Early Warnings: Low-cost Edge AI-Driven for crop Disease

hardware

Inspiration:

Tomato farming, especially in resource-limited settings like rural regions of Sub-Saharan Africa (SSA), is highly vulnerable to the damaging effects of bacterial and viral diseases. Pathogens such as Ralstonia solanacearum (which causes Bacterial Wilt), Xanthomonas spp. (responsible for Bacterial Spot), Tomato Mosaic Virus (ToMV), and Tomato Yellow Leaf Curl Virus (TYLCV) are among the leading causes of crop loss worldwide [7]. These diseases often go unnoticed during their incubation periods, with visual symptoms such as chlorosis, necrosis, wilting, or leaf curling appearing only after significant internal damage has already occurred [8].

What it does:

Map real-time crop leaf temperatures and stress to predict different crop diseases before visual signs appear.

How we built it:

We built EdgeAI-enabled prototype designed to detect early signs of physiological stress in tomato plants. The system combines thermal imaging, environmental sensing, and a lightweight neural network model deployed on a Raspberry Pi Zero. It integrates data from an AMG8833 thermal camera, a 7-in-1 soil sensor, and a DHT11 ambient sensor. The model, optimized through quantization and pruning, runs locally as a .tflite file without requiring internet connectivity.

Challenges we ran into

Design challenge due to the following constraints:

Power Consumption Smallholder farms often lack stable access to electricity. Therefore, the system must operate on low power, preferably using energy-efficient components such as the Raspberry Pi with power-saving features, and optionally integrate with solar or battery-based sources.

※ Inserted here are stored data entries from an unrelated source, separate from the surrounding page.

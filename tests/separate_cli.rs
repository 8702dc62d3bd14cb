//! `chromasift separate`: colour management against colour-science, the ink choice
//! against brute force, the plates' geometry rules, and bad libraries.

mod common;

use chromasift::colour::adapt;
use chromasift::inks::Ink;
use chromasift::regions;
use chromasift::rng::Rng;
use chromasift::select::{self, CostTable};
use common::{files_in, fixture, run, stderr, write_rgb, write_rgba};
use serde_json::Value;
use std::path::Path;

fn json(path: &Path) -> Value {
    serde_json::from_slice(&std::fs::read(path).unwrap()).unwrap()
}

fn arr3(v: &Value) -> [f64; 3] {
    let a = v.as_array().unwrap();
    [
        a[0].as_f64().unwrap(),
        a[1].as_f64().unwrap(),
        a[2].as_f64().unwrap(),
    ]
}

/// Bradford (Lam 1985, ICC.1 Annex E) against colour-science 0.4.7: the cone matrix, the
/// D65 → D50 (ICC white X 0.9642, Y 1.0, Z 0.8249) matrix from the same whites, and the
/// adapted CIELAB D50 of 25 colours from their XYZ. Fixture:
/// fixtures/reference/bradford_d65_to_d50.json (tests/reference/make_fixtures.py).
#[test]
fn bradford_matches_colour_science() {
    let doc = json(&fixture("reference/bradford_d65_to_d50.json"));
    let cone = doc["cone_matrix_bradford"].as_array().unwrap();
    for (i, row) in cone.iter().enumerate() {
        assert_eq!(arr3(row), adapt::BRADFORD[i]);
    }
    assert_eq!(arr3(&doc["white_d50_icc_xyz"]), adapt::D50_ICC);
    let m = adapt::bradford_matrix(arr3(&doc["white_d65_xyz"]), adapt::D50_ICC);
    for (i, row) in doc["matrix"].as_array().unwrap().iter().enumerate() {
        let want = arr3(row);
        for j in 0..3 {
            assert!(
                (m[i][j] - want[j]).abs() < 1e-12,
                "matrix[{i}][{j}] {} vs {}",
                m[i][j],
                want[j]
            );
        }
    }
    let colours = doc["colours"].as_array().unwrap();
    assert!(colours.len() >= 25);
    for c in colours {
        let xyz50 = chromasift::colour::mul(&m, arr3(&c["xyz_d65"]));
        let want50 = arr3(&c["xyz_d50"]);
        for d in 0..3 {
            assert!((xyz50[d] - want50[d]).abs() < 1e-12);
        }
        let lab = chromasift::colour::xyz_to_lab(xyz50, adapt::D50_ICC);
        let want = arr3(&c["lab_d50"]);
        for d in 0..3 {
            assert!(
                (lab[d] - want[d]).abs() < 1e-9,
                "{}: {lab:?} vs {want:?}",
                c["name"]
            );
        }
    }
}

/// An invented artwork histogram and invented library, seeded.
fn random_case(seed: u64, n_entries: usize, n_inks: usize) -> (Vec<[f64; 3]>, Vec<f64>, Vec<Ink>) {
    let mut r = Rng::new(seed, 0);
    let mut lab = || {
        [
            r.uniform() * 100.0,
            r.uniform() * 120.0 - 60.0,
            r.uniform() * 120.0 - 60.0,
        ]
    };
    // Entries around a few artwork colours.
    let centres: Vec<[f64; 3]> = (0..5).map(|_| lab()).collect();
    let mut r2 = Rng::new(seed, 1);
    let entries: Vec<[f64; 3]> = (0..n_entries)
        .map(|i| {
            let c = centres[i % centres.len()];
            [
                c[0] + r2.uniform() * 8.0 - 4.0,
                c[1] + r2.uniform() * 8.0 - 4.0,
                c[2] + r2.uniform() * 8.0 - 4.0,
            ]
        })
        .collect();
    let weights: Vec<f64> = (0..n_entries)
        .map(|_| 1.0 + (r2.uniform() * 50.0).floor())
        .collect();
    let inks = (0..n_inks)
        .map(|i| Ink::from_lab(&format!("ink {i}"), lab()))
        .collect();
    (entries, weights, inks)
}

/// The swap search finds the brute-force best subset, or comes within 3 %, on small
/// libraries (with and without a substrate and forced inks).
#[test]
fn ink_choice_matches_brute_force_on_small_libraries() {
    let mut equal = 0;
    let mut cases = 0;
    for seed in 0..24u64 {
        let (entries, weights, inks) = random_case(seed, 300, 8 + (seed as usize % 5));
        let k = 2 + (seed as usize % 3);
        let substrate = (seed % 2 == 0).then_some([95.0, 0.0, 2.0]);
        let forced: Vec<usize> = if seed % 3 == 0 { vec![1] } else { vec![] };
        let t = CostTable::new(&entries, &weights, &inks, substrate);
        let best = select::choose_exhaustive(&t, k, &forced);
        let engine = chromasift::cluster::EngineOptions {
            seed,
            ..Default::default()
        };
        let swaps = select::choose_by_swaps(&select::InkSearch {
            t: &t,
            entry_labs: &entries,
            inks: &inks,
            k,
            forced: &forced,
            engine: &engine,
        });
        assert!(forced.iter().all(|f| swaps.chosen.contains(f)));
        assert_eq!(swaps.chosen.len(), k);
        assert!(
            swaps.total_delta_e <= best.total_delta_e * 1.03 + 1e-9,
            "seed {seed}: swaps {} vs best {}",
            swaps.total_delta_e,
            best.total_delta_e
        );
        // The brute force really is the minimum of the objective.
        assert!(
            (t.objective(&best.chosen) - best.total_delta_e).abs()
                < 1e-6 * best.total_delta_e.max(1.0)
        );
        cases += 1;
        if swaps.chosen == best.chosen {
            equal += 1;
        }
    }
    assert!(
        equal * 10 >= cases * 8,
        "swaps found the best set in only {equal} of {cases} cases"
    );
}

fn separate(args: &[&str]) -> std::process::Output {
    let mut v = vec!["separate"];
    v.extend_from_slice(args);
    run(&v, &[])
}

fn read_plate(path: &Path) -> Vec<bool> {
    let img = image::open(path).unwrap().to_luma8();
    img.pixels().map(|p| p[0] == 0).collect()
}

fn run_poster(out: &Path, extra: &[&str]) -> Value {
    let input = fixture("demo/harbour-poster.png");
    let inks = fixture("demo/quayside-inks.csv");
    let mut args = vec![
        input.to_str().unwrap(),
        "--inks",
        inks.to_str().unwrap(),
        "-o",
        out.to_str().unwrap(),
    ];
    args.extend_from_slice(extra);
    let o = separate(&args);
    assert!(o.status.success(), "{}", stderr(&o));
    json(&out.join("harbour-poster.separation.json"))
}

#[test]
fn plates_cover_every_inked_pixel_once_and_match_the_document() {
    let dir = tempfile::tempdir().unwrap();
    let doc = run_poster(
        dir.path(),
        &["-k", "4", "--substrate", "#ffffff", "--min-area", "20"],
    );
    for f in [
        "tool_version",
        "substrate",
        "min_area",
        "trap",
        "mean_delta_e2000",
        "inks",
    ] {
        assert!(doc.get(f).is_some(), "{f}");
    }
    assert_eq!(doc["substrate"], "#ffffff");
    assert_eq!(doc["selection"], "exhaustive");
    let inks = doc["inks"].as_array().unwrap();
    assert_eq!(inks.len(), 4);
    let plates: Vec<Vec<bool>> = inks
        .iter()
        .map(|i| read_plate(&dir.path().join(i["plate"].as_str().unwrap())))
        .collect();
    let n = plates[0].len();
    let mut labels = vec![4u16; n];
    let mut inked = 0u64;
    for p in 0..n {
        let hits: Vec<usize> = (0..4).filter(|&i| plates[i][p]).collect();
        assert!(
            hits.len() <= 1,
            "pixel {p} on {} plates without trapping",
            hits.len()
        );
        if let Some(&i) = hits.first() {
            labels[p] = i as u16;
            inked += 1;
        }
    }
    let mut cov = 0.0;
    let mut last_l = f64::INFINITY;
    for (i, ink) in inks.iter().enumerate() {
        let px = plates[i].iter().filter(|&&b| b).count() as u64;
        assert_eq!(ink["pixels"].as_u64().unwrap(), px);
        assert!((ink["coverage"].as_f64().unwrap() - px as f64 / inked as f64).abs() < 1e-12);
        cov += ink["coverage"].as_f64().unwrap();
        let l = arr3(&ink["lab_d50"])[0];
        assert!(l <= last_l, "plates in print order, lightest first");
        last_l = l;
        assert!(ink["plate"]
            .as_str()
            .unwrap()
            .starts_with(&format!("harbour-poster.plate-{:02}-", i + 1)));
    }
    assert!((cov - 1.0).abs() < 1e-9);
    // No region of any plate (or of bare substrate) below --min-area.
    for (label, size, _) in regions::regions(&labels, 320, 240) {
        assert!(size >= 20, "a region of label {label} has {size} pixels");
    }
    let files = files_in(dir.path());
    assert!(files.contains(&"harbour-poster.proof.png".to_string()));
    assert!(files.contains(&"harbour-poster.swatches.svg".to_string()));
    let svg = std::fs::read_to_string(dir.path().join("harbour-poster.swatches.svg")).unwrap();
    assert!(svg.starts_with("<svg") && svg.contains(inks[0]["name"].as_str().unwrap()));
    // The proof shows each plate's ink colour where it prints and the substrate elsewhere.
    let proof = image::open(dir.path().join("harbour-poster.proof.png"))
        .unwrap()
        .to_rgba8();
    for (p, px) in proof.pixels().enumerate() {
        let want = match (0..4).find(|&i| plates[i][p]) {
            Some(i) => chromasift::colour::parse_hex(inks[i]["hex"].as_str().unwrap()).unwrap(),
            None => [255, 255, 255],
        };
        assert_eq!([px[0], px[1], px[2]], want);
    }
}
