#[test]
fn river_valley_is_recovered_and_stays_on_the_map() {
    let dir = tempfile::tempdir().unwrap();
    let scene = dir.path().join("valley.tif");
    let (w, h) = (160u32, 120u32);
    let (truth, data) = river_valley(w, h);
    write_scene_u16(&scene, w, h, &data, 10.0, &GEOKEYS, Some("0"));
    let out = dir.path().join("classes");
    let o = run(
        &[
            "landcover",
            scene.to_str().unwrap(),
            "-k",
            "5",
            "--index",
            "ndvi:3,4",
            "-o",
            out.to_str().unwrap(),
        ],
        &[],
    );
    assert!(o.status.success(), "{}", stderr(&o));
    assert!(stderr(&o).contains("not a validated land-cover classification"));
    let mut files = common::files_in(&out);
    files.sort();
    assert_eq!(
        files,
        [
            "valley.classes.csv",
            "valley.classes.json",
            "valley.classes.png",
            "valley.classes.tif",
            "valley.uncertainty.tif"
        ]
    );

    // Classes recovered: adjusted Rand index ≥ 0.95 on the valid pixels; nodata → 0.
    let (cw, ch, classes) = read_u8_tiff(&out.join("valley.classes.tif"));
    assert_eq!((cw, ch), (w, h));
    let mut t = Vec::new();
    let mut c = Vec::new();
    for p in 0..classes.len() {
        if truth[p] == 0 {
            assert_eq!(classes[p], 0, "nodata pixel {p} is class 0");
        } else {
            assert!((1..=5).contains(&classes[p]));
            t.push(truth[p]);
            c.push(classes[p]);
        }
    }
    let ari = adjusted_rand(&t, &c);
    assert!(ari >= 0.95, "adjusted Rand index {ari}");

    // Georeferencing copied unchanged into both rasters.
    let geo_in = geotiff::read_geotags(&scene).unwrap();
    assert!(!geo_in.is_empty());
    assert_eq!(
        geotiff::read_geotags(&out.join("valley.classes.tif")).unwrap(),
        geo_in
    );
    assert_eq!(
        geotiff::read_geotags(&out.join("valley.uncertainty.tif")).unwrap(),
        geo_in
    );

    // Areas: 10 m UTM pixels on the central meridian, where the UTM scale factor is 0.9996
    // (the UTM definition), cover 100 / 0.9996² m² of ground; 1 ha = 10 000 m².
    let doc: Value =
        serde_json::from_slice(&std::fs::read(out.join("valley.classes.json")).unwrap()).unwrap();
    assert_eq!(doc["area_method"], "ellipsoid-geodesic-lattice");
    let ground = 100.0 / (0.9996f64 * 0.9996);
    assert_eq!(doc["nodata_pixels"].as_u64().unwrap(), 6 * 120);
    let mut total = 0;
    for cl in doc["classes"].as_array().unwrap() {
        let px = cl["pixels"].as_u64().unwrap();
        total += px;
        let area = cl["area_m2"].as_f64().unwrap();
        assert!(
            (area - px as f64 * ground).abs() < 1e-6 * area,
            "{area} m² for {px} px"
        );
        assert!((cl["hectares"].as_f64().unwrap() - area / 10_000.0).abs() < 1e-9 * area);
        let n = classes
            .iter()
            .filter(|&&v| v as u64 == cl["class"].as_u64().unwrap())
            .count() as u64;
        assert_eq!(n, px);
        // Per-band statistics are in input units (reflectance × 10 000) and the NDVI is unitless.
        let bands = cl["bands"].as_array().unwrap();
        assert_eq!(bands.len(), 5);
        assert!(bands[0]["mean"].as_f64().unwrap() > 100.0);
        assert!(bands[4]["mean"].as_f64().unwrap().abs() <= 1.0);
    }
    assert_eq!(total, doc["valid_pixels"].as_u64().unwrap());
    let csv = std::fs::read_to_string(out.join("valley.classes.csv")).unwrap();
    assert!(csv.starts_with("class,pixels,share,area_m2,hectares,mean_uncertainty,mean_1,std_1"));
    assert_eq!(csv.lines().count(), 6);
    assert!(csv
        .lines()
        .next()
        .unwrap()
        .ends_with(",mean_ndvi_3_4,std_ndvi_3_4"));
    assert!(csv.lines().all(|l| l.split(',').count() == 6 + 2 * 5));

    // Uncertainty: higher on class boundaries than inside classes; nodata written as -1.
    let unc = read_f32_tiff(&out.join("valley.uncertainty.tif"));
    let (mut edge, mut ne, mut inner, mut ni) = (0.0, 0.0, 0.0, 0.0);
    for y in 1..h - 1 {
        for x in 7..w - 1 {
            let p = (y * w + x) as usize;
            let boundary = [p - 1, p + 1, p - w as usize, p + w as usize]
                .iter()
                .any(|&q| truth[q] != truth[p]);
            if boundary {
                edge += unc[p] as f64;
                ne += 1.0;
            } else {
                inner += unc[p] as f64;
                ni += 1.0;
            }
        }
    }
    assert!(
        edge / ne > 1.5 * (inner / ni),
        "boundary {} vs interior {}",
        edge / ne,
        inner / ni
    );
    assert!(unc[0] == -1.0 && unc.iter().all(|&v| v == -1.0 || (0.0..=1.0).contains(&v)));

    // The preview is a PNG at least as large as the scene, with the legend below.
    let png = image::open(out.join("valley.classes.png")).unwrap();
    assert!(png.width() >= w && png.height() > h);
}

#[test]
fn same_outputs_on_one_and_two_threads() {
    let dir = tempfile::tempdir().unwrap();
    let scene = dir.path().join("valley.tif");
    let (truth, data) = river_valley(120, 90);
    drop(truth);
    write_scene_u16(&scene, 120, 90, &data, 10.0, &GEOKEYS, Some("0"));
    let mut outs = Vec::new();
    for threads in ["1", "2"] {
        let out = dir.path().join(format!("t{threads}"));
        let o = run(
            &[
                "landcover",
                scene.to_str().unwrap(),
                "-k",
                "4",
                "--mode",
                "soft",
                "--sample",
                "2000",
                "-o",
                out.to_str().unwrap(),
            ],
            &[("RAYON_NUM_THREADS", threads)],
        );
        assert!(o.status.success(), "{}", stderr(&o));
        outs.push(
            common::files_in(&out)
                .into_iter()
                .map(|f| std::fs::read(out.join(&f)).unwrap())
                .collect::<Vec<_>>(),
        );
    }
    assert_eq!(outs[0], outs[1]);
}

Data Availability and Quality The effectiveness of any machine learning model depends on the availability of high-quality, labelled data. However, there is limited open-access thermal and soil sensor data linked to early tomato disease symptoms. This constraint was addressed through a combination of simulated stress testing and manual labeling during model training.

On-Device Computation Relying on cloud-based processing is impractical in most rural settings due to limited or unreliable internet access. Therefore, the prototype is designed to perform on-device inference, which necessitates the use of lightweight neural network models. To meet this constraint, the model is optimized through pruning and quantization, allowing it to be deployed in a TinyML-compatible .tflite format that runs efficiently on the Raspberry Pi Zero.

Connectivity Many farming communities operate in regions with poor or intermittent internet access. As such, the system was designed to function entirely offline, with optional modules for syncing to the cloud (e.g., via Wi-Fi or LoRa) only when needed or available.

Environmental Robustness Sensors deployed in the field must withstand dust, moisture, temperature fluctuations, and mechanical disturbances. Hardware components were selected based on durability and compatibility with protective casing or housing, ensuring reliable performance in outdoor environments. User Accessibility To accommodate farmers with limited technical skills, the system provides clear, local alerts via an OLED display showing messages like “Healthy” or “Disease Risk.” For remote notification, it integrates with the Twilio API to send SMS alerts, ensuring timely updates even without internet access. Where connectivity is available, sensor data and AI predictions are synced to a Grafana dashboard, accessible via the web for real-time visualization by farmers, researchers, or extension officers. This multi-channel approach ensures the system remains simple, informative, and adaptable to different user needs.

Accomplishments that we're proud of

Low computation memory, with only 3K

What we learned

predicted crop diseases before they become visible, which can reduce chemical utilization and increase disease resistance, for practical application programs and environmental protection.